START Supplied data

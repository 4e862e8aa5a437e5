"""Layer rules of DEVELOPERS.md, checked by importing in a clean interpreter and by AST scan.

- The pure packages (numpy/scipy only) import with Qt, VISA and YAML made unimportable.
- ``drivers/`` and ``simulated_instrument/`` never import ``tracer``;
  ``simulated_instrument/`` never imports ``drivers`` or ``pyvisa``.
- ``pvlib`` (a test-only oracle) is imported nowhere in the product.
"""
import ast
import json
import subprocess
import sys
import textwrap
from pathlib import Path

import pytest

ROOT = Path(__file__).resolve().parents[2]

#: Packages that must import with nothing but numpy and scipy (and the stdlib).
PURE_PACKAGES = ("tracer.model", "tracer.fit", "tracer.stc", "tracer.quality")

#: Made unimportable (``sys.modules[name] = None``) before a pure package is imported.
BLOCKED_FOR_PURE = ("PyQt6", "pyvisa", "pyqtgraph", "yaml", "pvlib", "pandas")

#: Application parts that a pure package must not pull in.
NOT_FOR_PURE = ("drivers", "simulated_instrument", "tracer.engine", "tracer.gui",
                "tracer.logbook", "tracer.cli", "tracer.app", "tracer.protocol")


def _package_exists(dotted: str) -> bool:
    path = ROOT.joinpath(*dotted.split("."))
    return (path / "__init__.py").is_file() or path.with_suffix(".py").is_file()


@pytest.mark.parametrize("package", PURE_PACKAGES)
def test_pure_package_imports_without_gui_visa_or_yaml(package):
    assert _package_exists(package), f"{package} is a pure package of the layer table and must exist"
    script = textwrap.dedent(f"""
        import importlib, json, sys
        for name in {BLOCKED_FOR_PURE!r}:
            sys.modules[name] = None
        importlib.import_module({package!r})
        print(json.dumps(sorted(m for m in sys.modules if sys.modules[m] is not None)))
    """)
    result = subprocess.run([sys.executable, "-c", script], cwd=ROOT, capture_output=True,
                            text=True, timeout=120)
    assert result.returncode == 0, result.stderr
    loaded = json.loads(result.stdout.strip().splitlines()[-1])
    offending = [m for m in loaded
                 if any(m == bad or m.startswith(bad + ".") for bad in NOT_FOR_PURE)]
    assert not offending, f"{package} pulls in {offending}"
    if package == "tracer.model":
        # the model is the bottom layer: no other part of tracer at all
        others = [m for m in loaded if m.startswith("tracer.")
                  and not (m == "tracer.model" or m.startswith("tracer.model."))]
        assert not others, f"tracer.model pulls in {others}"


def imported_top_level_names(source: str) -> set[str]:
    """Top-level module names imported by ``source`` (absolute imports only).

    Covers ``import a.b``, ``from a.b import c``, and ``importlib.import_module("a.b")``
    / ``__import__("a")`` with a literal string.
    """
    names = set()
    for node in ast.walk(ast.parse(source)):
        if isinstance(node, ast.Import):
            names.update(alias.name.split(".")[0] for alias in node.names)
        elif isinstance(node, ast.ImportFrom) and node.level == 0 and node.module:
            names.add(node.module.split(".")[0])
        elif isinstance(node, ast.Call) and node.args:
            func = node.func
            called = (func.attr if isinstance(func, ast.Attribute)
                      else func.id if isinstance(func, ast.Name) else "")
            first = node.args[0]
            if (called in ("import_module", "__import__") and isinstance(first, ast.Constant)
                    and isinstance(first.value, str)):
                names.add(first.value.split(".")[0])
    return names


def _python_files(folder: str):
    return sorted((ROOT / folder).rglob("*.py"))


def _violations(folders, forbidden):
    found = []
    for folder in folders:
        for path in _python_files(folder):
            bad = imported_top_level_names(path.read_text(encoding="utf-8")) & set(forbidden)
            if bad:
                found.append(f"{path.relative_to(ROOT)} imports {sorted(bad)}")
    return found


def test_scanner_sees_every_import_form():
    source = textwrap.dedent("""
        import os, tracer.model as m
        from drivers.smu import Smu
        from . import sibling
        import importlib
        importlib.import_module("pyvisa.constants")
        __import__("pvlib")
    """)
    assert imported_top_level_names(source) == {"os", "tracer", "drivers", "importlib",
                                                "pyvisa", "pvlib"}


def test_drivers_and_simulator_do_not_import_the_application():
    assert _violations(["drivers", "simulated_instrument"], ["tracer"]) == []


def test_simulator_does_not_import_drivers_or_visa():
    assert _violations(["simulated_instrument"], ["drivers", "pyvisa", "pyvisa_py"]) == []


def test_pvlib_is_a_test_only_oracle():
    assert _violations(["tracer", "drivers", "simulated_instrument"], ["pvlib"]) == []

END Supplied data

## Task to carry out:
The answer is the full data, repeated exactly as shown.

## Exercise answer:
repository 4e862e8aa5a437e5
"""Layer rules of DEVELOPERS.md, checked by importing in a clean interpreter and by AST scan.

- The pure packages (numpy/scipy only) import with Qt, VISA and YAML made unimportable.
- ``drivers/`` and ``simulated_instrument/`` never import ``tracer``;
  ``simulated_instrument/`` never imports ``drivers`` or ``pyvisa``.
- ``pvlib`` (a test-only oracle) is imported nowhere in the product.
"""
import ast
import json
import subprocess
import sys
import textwrap
from pathlib import Path

import pytest

ROOT = Path(__file__).resolve().parents[2]

#: Packages that must import with nothing but numpy and scipy (and the stdlib).
PURE_PACKAGES = ("tracer.model", "tracer.fit", "tracer.stc", "tracer.quality")

#: Made unimportable (``sys.modules[name] = None``) before a pure package is imported.
BLOCKED_FOR_PURE = ("PyQt6", "pyvisa", "pyqtgraph", "yaml", "pvlib", "pandas")

#: Application parts that a pure package must not pull in.
NOT_FOR_PURE = ("drivers", "simulated_instrument", "tracer.engine", "tracer.gui",
                "tracer.logbook", "tracer.cli", "tracer.app", "tracer.protocol")


def _package_exists(dotted: str) -> bool:
    path = ROOT.joinpath(*dotted.split("."))
    return (path / "__init__.py").is_file() or path.with_suffix(".py").is_file()


@pytest.mark.parametrize("package", PURE_PACKAGES)
def test_pure_package_imports_without_gui_visa_or_yaml(package):
    assert _package_exists(package), f"{package} is a pure package of the layer table and must exist"
    script = textwrap.dedent(f"""
        import importlib, json, sys
        for name in {BLOCKED_FOR_PURE!r}:
            sys.modules[name] = None
        importlib.import_module({package!r})
        print(json.dumps(sorted(m for m in sys.modules if sys.modules[m] is not None)))
    """)
    result = subprocess.run([sys.executable, "-c", script], cwd=ROOT, capture_output=True,
                            text=True, timeout=120)
    assert result.returncode == 0, result.stderr
    loaded = json.loads(result.stdout.strip().splitlines()[-1])
    offending = [m for m in loaded
                 if any(m == bad or m.startswith(bad + ".") for bad in NOT_FOR_PURE)]
    assert not offending, f"{package} pulls in {offending}"
    if package == "tracer.model":
        # the model is the bottom layer: no other part of tracer at all
        others = [m for m in loaded if m.startswith("tracer.")
                  and not (m == "tracer.model" or m.startswith("tracer.model."))]
        assert not others, f"tracer.model pulls in {others}"


def imported_top_level_names(source: str) -> set[str]:
    """Top-level module names imported by ``source`` (absolute imports only).

    Covers ``import a.b``, ``from a.b import c``, and ``importlib.import_module("a.b")``
    / ``__import__("a")`` with a literal string.
    """
    names = set()
    for node in ast.walk(ast.parse(source)):
        if isinstance(node, ast.Import):
            names.update(alias.name.split(".")[0] for alias in node.names)
        elif isinstance(node, ast.ImportFrom) and node.level == 0 and node.module:
            names.add(node.module.split(".")[0])
        elif isinstance(node, ast.Call) and node.args:
            func = node.func
            called = (func.attr if isinstance(func, ast.Attribute)
                      else func.id if isinstance(func, ast.Name) else "")
            first = node.args[0]
            if (called in ("import_module", "__import__") and isinstance(first, ast.Constant)
                    and isinstance(first.value, str)):
                names.add(first.value.split(".")[0])
    return names


def _python_files(folder: str):
    return sorted((ROOT / folder).rglob("*.py"))


def _violations(folders, forbidden):
    found = []
    for folder in folders:
        for path in _python_files(folder):
            bad = imported_top_level_names(path.read_text(encoding="utf-8")) & set(forbidden)
            if bad:
                found.append(f"{path.relative_to(ROOT)} imports {sorted(bad)}")
    return found


def test_scanner_sees_every_import_form():
    source = textwrap.dedent("""
        import os, tracer.model as m
        from drivers.smu import Smu
        from . import sibling
        import importlib
        importlib.import_module("pyvisa.constants")
        __import__("pvlib")
    """)
    assert imported_top_level_names(source) == {"os", "tracer", "drivers", "importlib",
                                                "pyvisa", "pvlib"}


def test_drivers_and_simulator_do_not_import_the_application():
    assert _violations(["drivers", "simulated_instrument"], ["tracer"]) == []


def test_simulator_does_not_import_drivers_or_visa():
    assert _violations(["simulated_instrument"], ["drivers", "pyvisa", "pyvisa_py"]) == []


def test_pvlib_is_a_test_only_oracle():
    assert _violations(["tracer", "drivers", "simulated_instrument"], ["pvlib"]) == []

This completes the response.